### Data shown

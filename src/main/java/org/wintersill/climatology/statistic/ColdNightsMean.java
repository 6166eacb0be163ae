package org.wintersill.climatology.statistic;

import org.wintersill.climatology.ClimatologyStatistic;
import org.wintersill.climatology.LayerGroup;
import org.wintersill.climatology.WinterRecord;
import org.wintersill.layer.LayerDefinition;
import org.wintersill.layer.LayerStyles;
import org.wintersill.layer.SampleType;

/** Mean over winters of the number of cold nights, or of the longest run of them (science section 10). */
final class ColdNightsMean implements ClimatologyStatistic {
    private final float threshold;
    private final boolean spell;

    /**
     * @param threshold degrees Celsius
     * @param spell whether the longest run is meant
     */
    ColdNightsMean(float threshold, boolean spell) {
        this.threshold = threshold;
        this.spell = spell;
    }

    @Override
    public LayerDefinition layer() {
        return spell
                ? new LayerDefinition("cold-spell-mean", "Longest cold spell, mean", "Mean over winters of the longest run of nights with Tmin below "
                        + threshold + " degC; a missing night ends a run", "days", SampleType.FLOAT32, "", LayerStyles.count())
                : new LayerDefinition("cold-nights-mean", "Cold nights, mean", "Mean over winters of the number of nights with Tmin below "
                        + threshold + " degC", "days", SampleType.FLOAT32, "", LayerStyles.count());
    }

    @Override
    public LayerGroup group() {
        return LayerGroup.SEVERITY;
    }

    @Override
    public void summarise(WinterRecord record, float[] out, int from, int to) {
        MeanOverWinters.of(spell ? record.coldSpell() : record.coldNights(), out, from, to);
    }
}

######

Task directions |
Without omitting anything, set down all the entries above again.

Written answer |
filename src/main/java/org/wintersill/climatology/statistic/ColdNightsMean.java
repository 6166eacb0be163ae
package org.wintersill.climatology.statistic;

import org.wintersill.climatology.ClimatologyStatistic;
import org.wintersill.climatology.LayerGroup;
import org.wintersill.climatology.WinterRecord;
import org.wintersill.layer.LayerDefinition;
import org.wintersill.layer.LayerStyles;
import org.wintersill.layer.SampleType;

/** Mean over winters of the number of cold nights, or of the longest run of them (science section 10). */
final class ColdNightsMean implements ClimatologyStatistic {
    private final float threshold;
    private final boolean spell;

    /**
     * @param threshold degrees Celsius
     * @param spell whether the longest run is meant
     */
    ColdNightsMean(float threshold, boolean spell) {
        this.threshold = threshold;
        this.spell = spell;
    }

    @Override
    public LayerDefinition layer() {
        return spell
                ? new LayerDefinition("cold-spell-mean", "Longest cold spell, mean", "Mean over winters of the longest run of nights with Tmin below "
                        + threshold + " degC; a missing night ends a run", "days", SampleType.FLOAT32, "", LayerStyles.count())
                : new LayerDefinition("cold-nights-mean", "Cold nights, mean", "Mean over winters of the number of nights with Tmin below "
                        + threshold + " degC", "days", SampleType.FLOAT32, "", LayerStyles.count());
    }

    @Override
    public LayerGroup group() {
        return LayerGroup.SEVERITY;
    }

    @Override
    public void summarise(WinterRecord record, float[] out, int from, int to) {
        MeanOverWinters.of(spell ? record.coldSpell() : record.coldNights(), out, from, to);
    }
}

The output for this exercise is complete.